Friday, December 10, 2021

Vertigo (1958), Hitchcock Friday #7

So I had to get to Vertigo eventually didn’t I? I can hardly claim to be re-immersing myself in the world of Hitchcock without revisiting this one.

Vertigo is now widely accepted as the greatest motion picture ever made. I’ve never been convinced that it’s even the best movie Hitchcock ever made (although I would have put it in my Hitchcock Top Five). I have always thought The 39 Steps, Strangers On a Train, Rear Window and Psycho were probably better movies in the sense that they’re more successful in achieving precisely what the director set out to achieve. But Vertigo is the one that gets under your skin. And watching Vertigo again might well change my mind about its status in the Hitchcock canon.

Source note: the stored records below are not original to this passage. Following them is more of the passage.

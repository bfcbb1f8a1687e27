using System.Globalization;
using System.Net;
using System.Net.Http.Json;
using System.Text;
using System.Text.Json;
using System.Text.RegularExpressions;
using FinWatch.Server.Features.Reports;
using FinWatch.Statistics.Shewhart;
using FinWatch.Testing;
using Microsoft.Extensions.Configuration;
using static FinWatch.Testing.MonitorFixture;
using static FinWatch.Testing.ShiftFixture;
using FinWatch.Server.Infrastructure.Csv;

namespace FinWatch.Server.Tests.Features.Reports;
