namespace FinWatch.Server.Infrastructure;

/// <summary>
/// Where relative data paths (db/finwatch.db, db/inbox) are anchored: the repository root when the server runs from a
/// checkout (the folder holding FinWatch.sln above the content root), else the content root of a published server.
/// </summary>
public static class FinWatchPaths
{
    public static string Home(string contentRoot)
    {
        for (var dir = new DirectoryInfo(contentRoot); dir is not null; dir = dir.Parent)
        {
            if (File.Exists(Path.Combine(dir.FullName, "FinWatch.sln")))
            {
                return dir.FullName;
            }
        }

        return contentRoot;
    }

    public static string Resolve(string contentRoot, string path) =>
        Path.IsPathRooted(path) ? path : Path.GetFullPath(Path.Combine(Home(contentRoot), path));
}
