using Microsoft.EntityFrameworkCore;

namespace FinWatch.Data;

/// <summary>The PostgreSQL (scale-out) flavour of the model; its migrations live in Migrations/Postgres.</summary>
public sealed class PostgresFinWatchDbContext(DbContextOptions<PostgresFinWatchDbContext> options) : FinWatchDbContext(options);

I can see why Vertigo did not do well at the box office. The first 45 minutes of the film would have left audiences bewildered, bored and disgruntled. If they were expecting a tense suspense thriller they would have been bitterly disappointed. And if you can’t grab the audience in the first 45 minutes you probably won’t grab them at all. That first three-quarters of an hour is absolutely crucial but you don’t understand that until later. You have to be in the right frame of mind to appreciate Vertigo. It just is not in any way, shape or form a conventional suspense thriller. You have to let yourself be drawn gradually into the film’s strange twisted dream-like world but you have to have the patience to let that happen.

He uses the same trick he would use in Psycho a couple of years later - what seems to be the climax of the movie happens halfway through. At which point the movie changes gears slightly. Then, shortly afterwards, with an hour or so of screen time remaining. Hitchcock explains the entire mystery plot in every detail. The mystery is entirely resolved. At which point Vertigo changes gears really dramatically and becomes a dark, disturbing psycho-sexual-emotional drama.

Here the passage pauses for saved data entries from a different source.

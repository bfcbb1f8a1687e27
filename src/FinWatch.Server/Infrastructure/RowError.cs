namespace FinWatch.Server.Infrastructure;

/// <summary>What is wrong with one cell or row of an uploaded batch (measurements, electrical tests). Column is null for a whole-row problem.</summary>
public sealed record RowError(int Row, string? Column, string? Value, string Reason)
{
    private const int MaxValueLength = 80;

    /// <summary>Makes an error with the offending value shortened for display.</summary>
    public static RowError For(int row, string? column, string? value, string reason) =>
        new(row, column, value is { Length: > MaxValueLength } ? value[..MaxValueLength] + "…" : value, reason);
}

But while the audience now knows exactly what happened, Scotty doesn’t. So now the suspense kicks in. We fear something, but we have no idea what it is.

The plot is intricate. It’s far-fetched but it has its own internal logic. The plot is however not of overriding importance. What matters is the visual style that Hitchcock brings to the movie and the way he works through such favourite themes as fear, guilt, obsession, voyeurism, betrayal, suspicion, love and sex.

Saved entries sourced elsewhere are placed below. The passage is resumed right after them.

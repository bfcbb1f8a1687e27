using System.Collections.Concurrent;
using System.Net;
using System.Text;
using FinWatch.Server.Infrastructure;
using FinWatch.Testing;
using Microsoft.AspNetCore.Builder;
using Microsoft.AspNetCore.Hosting;
using Microsoft.AspNetCore.Http;
using Microsoft.Extensions.DependencyInjection;
using OpenTelemetry.Metrics;
using OpenTelemetry.Trace;

namespace FinWatch.Server.Tests.Infrastructure;

/// <summary>
/// The exporters, each switched on the way an operator does it. An OpenTelemetry provider hears every meter named
/// FinWatch in the process, so these tests run alone: the figures scraped are this app's only.
/// </summary>
[CollectionDefinition(Name, DisableParallelization = true)]
public sealed class TelemetryExportCollection
{
    public const string Name = "telemetry exporters";
}

[Collection(TelemetryExportCollection.Name)]
public sealed class TelemetryExportTests
{
    private static readonly string Csv = SiteRow.Csv(SiteRow.Wafers("L100", wafers: 3, sites: 5, new DateTimeOffset(2026, 11, 20, 8, 0, 0, TimeSpan.Zero)));

    private static async Task<HttpClient> StartAsync(FinWatchAppFactory factory)
    {
        var client = factory.CreateClient();
        await TestProducts.CreateBothAsync(client);
        return client;
    }

    private static async Task IngestAsync(HttpClient client)
    {
        using var content = new StringContent(Csv, Encoding.UTF8, "text/csv");
        (await client.PostAsync("/api/measurements/csv", content)).EnsureSuccessStatusCode();
    }

    [Fact]
    public async Task Prometheus_Enabled_AnswersTextExpositionWithFinWatchMetrics_WithoutSignIn()
    {
        using var factory = new FinWatchAppFactory().With("FinWatch:Telemetry:PrometheusEnabled", "true");
        using var client = await StartAsync(factory);
        await IngestAsync(client);

        using var scrape = new HttpRequestMessage(HttpMethod.Get, "/metrics");
        scrape.Headers.Add(TestAuthHandler.Header, "anonymous");
        var response = await client.SendAsync(scrape);
        var text = await response.Content.ReadAsStringAsync();
        Assert.Equal(HttpStatusCode.OK, response.StatusCode);
        Assert.Equal("text/plain", response.Content.Headers.ContentType?.MediaType);
        var lines = text.Split('\n');
        // Prometheus names: dots become underscores, counters gain _total, the unit "s" becomes _seconds.
        Assert.Equal("1", Sample(lines, "finwatch_ingest_batches_total", "finwatch_ingest_source=\"api-csv\"", "finwatch_ingest_result=\"stored\""));
        Assert.Equal("15", Sample(lines, "finwatch_ingest_rows_total", "finwatch_ingest_source=\"api-csv\"", "finwatch_ingest_result=\"inserted\""));
        Assert.Equal("0", Sample(lines, "finwatch_ingest_rows_total", "finwatch_ingest_result=\"already_present\""));
        Assert.Equal("1", Sample(lines, "finwatch_ingest_batch_duration_seconds_count", "finwatch_ingest_result=\"stored\""));
        Assert.Equal("1", Sample(lines, "finwatch_ingest_batch_duration_seconds_bucket", "finwatch_ingest_result=\"stored\"", "le=\"+Inf\""));
        Assert.Contains("# TYPE finwatch_ingest_batch_duration_seconds histogram", lines);
        Assert.Contains(lines, l => l.StartsWith("http_server_request_duration_seconds_count{", StringComparison.Ordinal)); // ASP.NET Core's own
    }

    [Fact]
    public async Task Prometheus_NotEnabled_ServesNothing()
    {
        using var factory = new FinWatchAppFactory();
        using var client = await StartAsync(factory);
        await IngestAsync(client);

        Assert.Equal(HttpStatusCode.NotFound, (await client.GetAsync("/metrics")).StatusCode); // a signed-in administrator
        Assert.Null(factory.Services.GetService<MeterProvider>());
    }

    [Fact]
    public async Task Otlp_WithoutItsVariable_IsNotRegistered()
    {
        using var factory = new FinWatchAppFactory().With(TelemetryExtensions.OtlpEndpointVariable, "");
        using var client = await StartAsync(factory);
        await IngestAsync(client);

        Assert.Null(factory.Services.GetService<TracerProvider>());
        Assert.Null(factory.Services.GetService<MeterProvider>());
    }

    [Fact]
    public async Task Otlp_WithItsVariables_ExportsFinWatchSpansAndMetrics()
    {
        await using var collector = await OtlpCollector.StartAsync();
        using var factory = new FinWatchAppFactory()
            .With(TelemetryExtensions.OtlpEndpointVariable, collector.Address)
            .With("OTEL_EXPORTER_OTLP_PROTOCOL", "http/protobuf")
            .With("OTEL_SERVICE_NAME", "finwatch-line-7");
        using var client = await StartAsync(factory);
        await IngestAsync(client);

        Assert.True(factory.Services.GetRequiredService<TracerProvider>().ForceFlush(10_000));
        Assert.True(factory.Services.GetRequiredService<MeterProvider>().ForceFlush(10_000));
        // OTLP is protobuf: names and string values travel as UTF-8, so they can be looked for in the bytes.
        var traces = collector.Text("/v1/traces");
        Assert.Contains("finwatch-line-7", traces, StringComparison.Ordinal); // OTEL_SERVICE_NAME wins over the default
        Assert.Contains("finwatch.ingest.batch", traces, StringComparison.Ordinal);
        Assert.Contains("finwatch.monitor.evaluate", traces, StringComparison.Ordinal);
        Assert.Contains("/api/measurements/csv", traces, StringComparison.Ordinal); // the ASP.NET Core server span's route
        Assert.Contains("sqlite", traces, StringComparison.Ordinal); // the database spans of EF Core's commands
        var metrics = collector.Text("/v1/metrics");
        Assert.Contains("finwatch-line-7", metrics, StringComparison.Ordinal);
        Assert.Contains("finwatch.ingest.rows", metrics, StringComparison.Ordinal);
        Assert.Contains("finwatch.ingest.batch.duration", metrics, StringComparison.Ordinal);
        Assert.Contains("http.server.request.duration", metrics, StringComparison.Ordinal);
    }

    // The value of the one sample of this metric whose labels include all of these.
    private static string Sample(string[] lines, string metric, params string[] labels)
    {
        var line = Assert.Single(lines, l => l.StartsWith(metric + "{", StringComparison.Ordinal) && labels.All(x => l.Contains(x, StringComparison.Ordinal)));
        return line[(line.LastIndexOf('}') + 2)..].Split(' ')[0];
    }

    /// <summary>A stand-in OTLP/HTTP receiver on a free loopback port: keeps every request body by path, answers 200.</summary>
    private sealed class OtlpCollector : IAsyncDisposable
    {
        private readonly WebApplication app;
        private readonly ConcurrentQueue<(string Path, byte[] Body)> received = new();

        private OtlpCollector(WebApplication app) => this.app = app;

        public string Address => app.Urls.First(); // the port the system gave, once started

        public static async Task<OtlpCollector> StartAsync()
        {
            var builder = WebApplication.CreateSlimBuilder();
            builder.WebHost.UseUrls("http://127.0.0.1:0");
            var collector = new OtlpCollector(builder.Build());
            collector.app.MapPost("/v1/{signal}", async (HttpContext http) =>
            {
                using var body = new MemoryStream();
                await http.Request.Body.CopyToAsync(body);
                collector.received.Enqueue((http.Request.Path, body.ToArray()));
                return Results.Bytes([], "application/x-protobuf");
            });
            await collector.app.StartAsync();
            return collector;
        }

        public string Text(string path) =>
            string.Concat(received.Where(r => r.Path == path).Select(r => Encoding.UTF8.GetString(r.Body)));

        public async ValueTask DisposeAsync() => await app.DisposeAsync();
    }
}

John “Scotty” Ferguson (James Stewart) is a cop. A sudden attack of vertigo on his part leds to the death of another cop. Scotty retires from the force. An old college friend, Gavin Elster, persuades Scotty to undertake an investigation for him, as a personal favourite. Gavin has the idea that his wife Madeleine (Kim Novak) thinks she is possessed by the soul of a long-dead woman. He fears that, like the long-dead woman, she may try to kill herself. Scotty follows Madeleine and has reason to believe she really is suicidal. He makes some serious errors of judgment, blinded by his increasing obsession with Madeleine. And then something happens that changes everything, for Scotty and for the viewer. Hitchcock has some major tricks up his sleeve.

Strangely enough the first time I saw this movie I wasn’t very impressed by Kim Novak. Seeing it now I can appreciate the absolute perfection of her performance. In fact it’s one of the great screen performances.

James Stewart is very good as well, but the movie belongs to Kim Novak.

While Scotty becomes a really dark character in the second half of the film right from the start we have the feeling that he’s not quite right. From the moment that his vertigo causes the death of a fellow policeman he is riddled with guilt and self-recrimination. His judgment is questionable. He is becoming emotionally involved with a married woman. The idea that this might be wrong, or at least unwise, does not occur to him. Where does he expect his obsession to lead to? He doesn’t seem to know. He’s not thinking things out. He is so much in the grip of his obsession that he’s not thinking at all. He also, throughout the movie, seem to just assume that she will go along with his obsession. If it’s what he wants then she must want it too.

There’s plenty of the trademark Hitchcock interest in voyeurism in this movie. Scotty has to tail Madeleine, it’s what he’s been hired to do, but there’s a definite voyeuristic edge to the way he does it. And he’s already hypnotised by her beauty. His sexual and romantic obsession with her the moment he first set eyes on her. We get the feeling that even if his client decided to take him off the case Scotty would probably keep following Madeleine anyway. As always with the voyeurism in Hitchcock there’s the complication that the voyeur may be entirely misinterpreting what he sees. It’s significant that there are so many mirrors in the movie - mirrors show us reality, but in reverse, which is often how Scotty sees things.

There’s an enormous amount of perverse sexuality in this movie. Hitchcock was still hampered by the Production Code but he manages to get the perverse sexuality across pretty effectively.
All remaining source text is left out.